Dentro de poco ya no recordaremos que no hace tanto tiempo los
teléfonos móviles no venían con tiendas de aplicaciones que nos
permiten hacer de estos pequeños ordenadores. Por aquel entonces, los
teléfonos disponían de sistemas propios, se centraban en poder llamar y
apenas existían las aplicaciones tal y como hoy las entendemos.
Pero
luego llegaron lo que mucha gente denominó smartphone, teléfonos con
sistemas operativos completos que permitían instalar todo tipo de
aplicaciones, que junto con la explosión de las conexiones de datos,
hicieron de los teléfonos mini-ordenadores indispensables en nuestra
vida cotidiana.

Era una cuestión de tiempo que este paso se diera también en las
cámaras fotográficas. Es, de hecho, un paso lógico, pues permite
integrarse perfectamente con el estilo de vida “móvil digital” que
prima en nuestros días, en las que compartimos nuestras experiencias
(léase fotos) al instante mediante todo tipo de redes sociales. ¿Cuáles
son entonces las consecuencias de la integración de sistemas operativos
en las cámaras fotográficas, en este caso Android?
Antes de responder, creemos necesario definir, al menos un poco por
encima, en qué consiste un sistema operativo. Se trata de un programa
que controla un dispositivo en concreto, los más conocidos son los
sistemas operativos de ordenadores (Microsoft Windows, Mac OS X,
Linux,...). Estos programas controlan la funcionalidad básica de los
dispositivos, y permiten servir de plataforma para la instalación de
nuevas funcionalidades mediante aplicaciones, ya sean del propio
fabricante del sistema operativo o de terceros.
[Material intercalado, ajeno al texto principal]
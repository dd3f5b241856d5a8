import 'vuetify/styles/core'
import '@/assets/vuetify.css'
import { createVuetify, type ThemeDefinition } from 'vuetify'
import { vuetifyDefaults } from './vuetify-defaults'
import { vuetifyIcons } from './vuetify-icons'
import { darkTokens, lightTokens, type ThemeTokens } from './theme-tokens'

/** Inks are colours of their own, not alphas; nothing casts a shadow. */
const variables = {
  'border-opacity': 1,
  'high-emphasis-opacity': 1,
  'medium-emphasis-opacity': 1,
  'disabled-opacity': 1,
  'hover-opacity': 0.06,
  'focus-opacity': 0,
  'selected-opacity': 0,
  'activated-opacity': 0,
  'pressed-opacity': 0.1,
  'shadow-key-opacity': 0,
  'shadow-ambient-opacity': 0,
  'elevation-overlay-opacity-step': '0%',
  'highlight-opacity': '8%',
}

const theme = (dark: boolean, token: ThemeTokens): ThemeDefinition => ({
  dark,
  colors: {
    background: token.ground,
    'on-background': token.ink,
    surface: token.surface,
    'on-surface': token.ink,
    'surface-bright': token.surface,
    'on-surface-bright': token.ink,
    'surface-light': token.sunken,
    'on-surface-light': token.ink,
    'surface-variant': token.ink,
    'on-surface-variant': token.ground,
    primary: token.action,
    'on-primary': token.onAction,
    secondary: token.ink2,
    'on-secondary': token.ground,
    warning: token.attention,
    'on-warning': token.onAttention,
    success: token.positive,
    'on-success': token.ground,
    error: token.danger,
    'on-error': token.onDanger,
    info: token.ink2,
    'on-info': token.ground,
    ink2: token.ink2,
    ink3: token.ink3,
    rule: token.rule,
    edge: token.edge,
    sunken: token.sunken,
    measured: token.data,
    derived: token.model,
    band: token.band,
  },
  variables: {
    ...variables,
    'border-color': token.rule,
    'shadow-color': '#000000',
    'theme-kbd': token.surface,
    'theme-on-kbd': token.ink,
    'theme-code': token.surface,
    'theme-on-code': token.ink,
  },
})

export type ThemeName = 'light' | 'dark'

/** The component library with our theme, defaults, marks and widths. */
export const createBeadwrightVuetify = (initial: ThemeName = 'light') =>
  createVuetify({
    theme: {
      defaultTheme: initial,
      themes: { light: theme(false, lightTokens), dark: theme(true, darkTokens) },
      variations: false,
    },
    defaults: vuetifyDefaults,
    icons: { defaultSet: 'svg', aliases: vuetifyIcons },
    display: {
      mobileBreakpoint: 600,
      thresholds: { xs: 0, sm: 600, md: 1100, lg: 1280, xl: 1920, xxl: 2560 },
    },
  })
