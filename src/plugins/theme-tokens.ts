/** The tokens of assets/tokens.css that the component library needs as plain colours; a test holds the two together. */
export interface ThemeTokens {
  readonly ground: string
  readonly surface: string
  readonly sunken: string
  readonly ink: string
  readonly ink2: string
  readonly ink3: string
  readonly rule: string
  readonly edge: string
  readonly action: string
  readonly onAction: string
  readonly attention: string
  readonly onAttention: string
  readonly positive: string
  readonly danger: string
  readonly onDanger: string
  readonly data: string
  readonly model: string
  readonly band: string
}

export const lightTokens: ThemeTokens = {
  ground: '#F8F5EE',
  surface: '#FDFCF7',
  sunken: '#F0ECE3',
  ink: '#241E18',
  ink2: '#554F46',
  ink3: '#6F685F',
  rule: '#D8D3C9',
  edge: '#867F74',
  action: '#005B63',
  onAction: '#FCFAF6',
  attention: '#9A4825',
  onAttention: '#FCFAF6',
  positive: '#3B6436',
  danger: '#911735',
  onDanger: '#FCFAF6',
  data: '#D3CDC2',
  model: '#2B3F82',
  band: '#C7D2EE',
}

export const darkTokens: ThemeTokens = {
  ground: '#1A1713',
  surface: '#221E1A',
  sunken: '#13100D',
  ink: '#EAE6DD',
  ink2: '#B5B0A7',
  ink3: '#9A958C',
  rule: '#3A3631',
  edge: '#79746B',
  action: '#79CBCB',
  onAction: '#0A191A',
  attention: '#ECA069',
  onAttention: '#1F150F',
  positive: '#98CA92',
  danger: '#F58A92',
  onDanger: '#1F1314',
  data: '#4B4741',
  model: '#A2B9F5',
  band: '#374465',
}
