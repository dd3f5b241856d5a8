import { describe, expect, it } from 'vitest'
import { bandText, decimalsFor, fixedText, rangeText, significantText } from '@/components/figure/number-text'

describe('fixedText', () => {
  it('parts thousands by a no-break space and writes a real minus', () => {
    expect(fixedText(120005)).toBe('120\u00a0005')
    expect(fixedText(-12.5, 1)).toBe('−12.5')
  })

  it('writes no minus before a zero', () => {
    expect(fixedText(-0.2)).toBe('0')
    expect(fixedText(-0.001, 2)).toBe('0.00')
  })
})

describe('significantText', () => {
  it('keeps the digits asked for and no powers of ten', () => {
    expect(significantText(0.000123456, 3)).toBe('0.000123')
    expect(significantText(12345.6, 3)).toBe('12\u00a0346')
  })

  it('stops at the decimals allowed', () => {
    expect(significantText(0.00229, 3, 2)).toBe('0.00')
  })
})

describe('bandText', () => {
  it('gives value and half width the two digits the half width earns', () => {
    expect(bandText(3.8012, 0.4093)).toBe('3.80 ± 0.41')
    expect(bandText(17.04, 2.36)).toBe('17.0 ± 2.4')
    expect(bandText(120.4, 14.2)).toBe('120 ± 14')
  })

  it('gives no ± where the error is unknown or nothing', () => {
    expect(bandText(3.8012, null)).toBe('3.80')
    expect(bandText(0.00095, 3e-8)).toBe('0.00')
  })
})

describe('rangeText', () => {
  it('joins edges by a dash, and by a word where a minus would run into it', () => {
    expect(rangeText(130, 132, 0)).toBe('130–132')
    expect(rangeText(-48, -44, 0)).toBe('−48 to −44')
  })
})

describe('decimalsFor', () => {
  it('is never negative and never above ten', () => {
    expect([decimalsFor(12345, 2), decimalsFor(0, 3), decimalsFor(1e-30, 2)]).toEqual([0, 0, 10])
  })
})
Los sistemas operativos
para móviles (Android, iOS, Windows Phone, ...) suelen ser versiones
“aligeradas” de sus equivalentes para ordenadores, que permiten también
instalar todo tipo de aplicaciones, aunque con más limitaciones.

Una de las implicaciones más evidentes es la integración de las cámaras
fotográficas dentro de la red social, pues permite el uso de
aplicaciones de terceros ya existentes en dispositivos como los
smartphones. De algún modo, se “estandariza” la forma que tenemos de
acceder a ella, al utilizar un sistema utilizado actualmente por
millones de personas. En otras palabras, permite a los usuarios
sentirse “como en casa”, pese a encontrarse con un dispositivo
completamente nuevo.
Por otro lado, la incorporación de un sistema como Android permite
separar de una forma más clara el hardware del software,
es decir, los
componentes físicos que forman la cámara del programa que la controla.
De
este modo, el fabricante puede dedicarse prácticamente en exclusiva a
la fabricación de la cámara en sí (*), y dejar a un tercero (en este
caso a Google, responsable de Android) el diseño de los programas y
aplicaciones, con todo lo que ello conlleva.
Si los demás fabricantes siguen la tendencia, en breve nos
encontraremos con que todas la cámaras lleven prácticamente un mismo
sistema, lo que redunda directamente en una facilidad de uso para los
usuarios finales. Si añadimos a todo esto la incorporación de
tecnologías inalámbricas como el WiFi, podremos entonces compartir
nuestras fotografías directamente desde la cámara a través de las
distintas aplicaciones disponibles. Al igual que pasó con los
smartphones, podremos, cada vez más, prescindir de nuestros ordenadores
y realizar la gran mayoría de las tareas desde la propia cámara
fotográfica.


(*) No hay que olvidarse también del diseño del firmware,
que es
la parte lógica que control el hardware, pero que
permanece invisible
al usuario final, que solo tiene interacción con el software,
que
realmente es la parte visible.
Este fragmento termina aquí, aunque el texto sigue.